◆ Exercise prompt: Copy every line from the records below that holds the word "string".

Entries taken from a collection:
━━━━━━━━━━

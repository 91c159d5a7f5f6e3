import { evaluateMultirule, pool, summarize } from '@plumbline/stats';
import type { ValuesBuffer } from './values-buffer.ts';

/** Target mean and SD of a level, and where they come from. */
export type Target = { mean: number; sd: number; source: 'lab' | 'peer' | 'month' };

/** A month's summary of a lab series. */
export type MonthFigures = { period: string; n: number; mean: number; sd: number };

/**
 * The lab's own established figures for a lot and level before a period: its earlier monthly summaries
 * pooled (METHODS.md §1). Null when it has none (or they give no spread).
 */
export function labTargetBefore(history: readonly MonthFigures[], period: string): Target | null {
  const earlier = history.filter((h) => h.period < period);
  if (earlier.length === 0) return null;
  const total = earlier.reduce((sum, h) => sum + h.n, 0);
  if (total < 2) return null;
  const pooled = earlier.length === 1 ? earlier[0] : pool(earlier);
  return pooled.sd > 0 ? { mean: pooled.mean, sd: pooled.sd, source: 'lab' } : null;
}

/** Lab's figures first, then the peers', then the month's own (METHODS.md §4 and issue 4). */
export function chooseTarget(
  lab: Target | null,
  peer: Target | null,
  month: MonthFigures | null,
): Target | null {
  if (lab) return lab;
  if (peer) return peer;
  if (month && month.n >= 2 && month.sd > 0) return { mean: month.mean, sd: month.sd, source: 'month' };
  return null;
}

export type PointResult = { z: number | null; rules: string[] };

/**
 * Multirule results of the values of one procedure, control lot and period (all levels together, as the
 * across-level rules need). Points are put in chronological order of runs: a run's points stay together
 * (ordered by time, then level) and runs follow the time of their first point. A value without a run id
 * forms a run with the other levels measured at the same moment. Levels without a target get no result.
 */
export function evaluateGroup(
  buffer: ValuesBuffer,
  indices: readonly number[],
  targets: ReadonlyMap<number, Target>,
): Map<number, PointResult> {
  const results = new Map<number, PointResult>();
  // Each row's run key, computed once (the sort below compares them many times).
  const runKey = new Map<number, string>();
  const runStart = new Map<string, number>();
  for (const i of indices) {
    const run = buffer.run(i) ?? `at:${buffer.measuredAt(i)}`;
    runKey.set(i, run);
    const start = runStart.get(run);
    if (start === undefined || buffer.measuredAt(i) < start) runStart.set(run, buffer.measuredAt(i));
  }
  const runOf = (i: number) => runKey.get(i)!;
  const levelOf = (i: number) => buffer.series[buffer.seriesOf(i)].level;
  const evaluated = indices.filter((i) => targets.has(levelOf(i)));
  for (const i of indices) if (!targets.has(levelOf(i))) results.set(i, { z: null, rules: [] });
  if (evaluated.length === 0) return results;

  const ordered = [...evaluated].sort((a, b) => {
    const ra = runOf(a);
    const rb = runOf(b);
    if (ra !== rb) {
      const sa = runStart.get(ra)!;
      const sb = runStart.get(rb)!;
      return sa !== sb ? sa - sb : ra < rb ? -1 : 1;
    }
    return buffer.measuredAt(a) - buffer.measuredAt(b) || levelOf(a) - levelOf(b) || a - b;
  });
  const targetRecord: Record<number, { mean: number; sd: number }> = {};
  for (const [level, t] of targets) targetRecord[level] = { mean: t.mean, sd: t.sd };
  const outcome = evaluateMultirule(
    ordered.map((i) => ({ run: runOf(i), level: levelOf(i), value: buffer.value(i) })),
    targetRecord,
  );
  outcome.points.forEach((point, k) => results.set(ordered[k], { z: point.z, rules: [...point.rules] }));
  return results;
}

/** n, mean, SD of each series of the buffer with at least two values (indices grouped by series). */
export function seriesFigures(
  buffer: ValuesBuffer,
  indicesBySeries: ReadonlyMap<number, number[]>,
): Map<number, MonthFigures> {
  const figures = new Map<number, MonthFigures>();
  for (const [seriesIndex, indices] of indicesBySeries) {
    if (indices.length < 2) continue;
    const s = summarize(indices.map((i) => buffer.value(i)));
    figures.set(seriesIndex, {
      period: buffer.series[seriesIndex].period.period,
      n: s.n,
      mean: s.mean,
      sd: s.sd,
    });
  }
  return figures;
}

━━━━━━━━━━

◆ Output:
export type MonthFigures = { period: string; n: number; mean: number; sd: number };
export function labTargetBefore(history: readonly MonthFigures[], period: string): Target | null {
export type PointResult = { z: number | null; rules: string[] };
  const runKey = new Map<number, string>();
  const runStart = new Map<string, number>();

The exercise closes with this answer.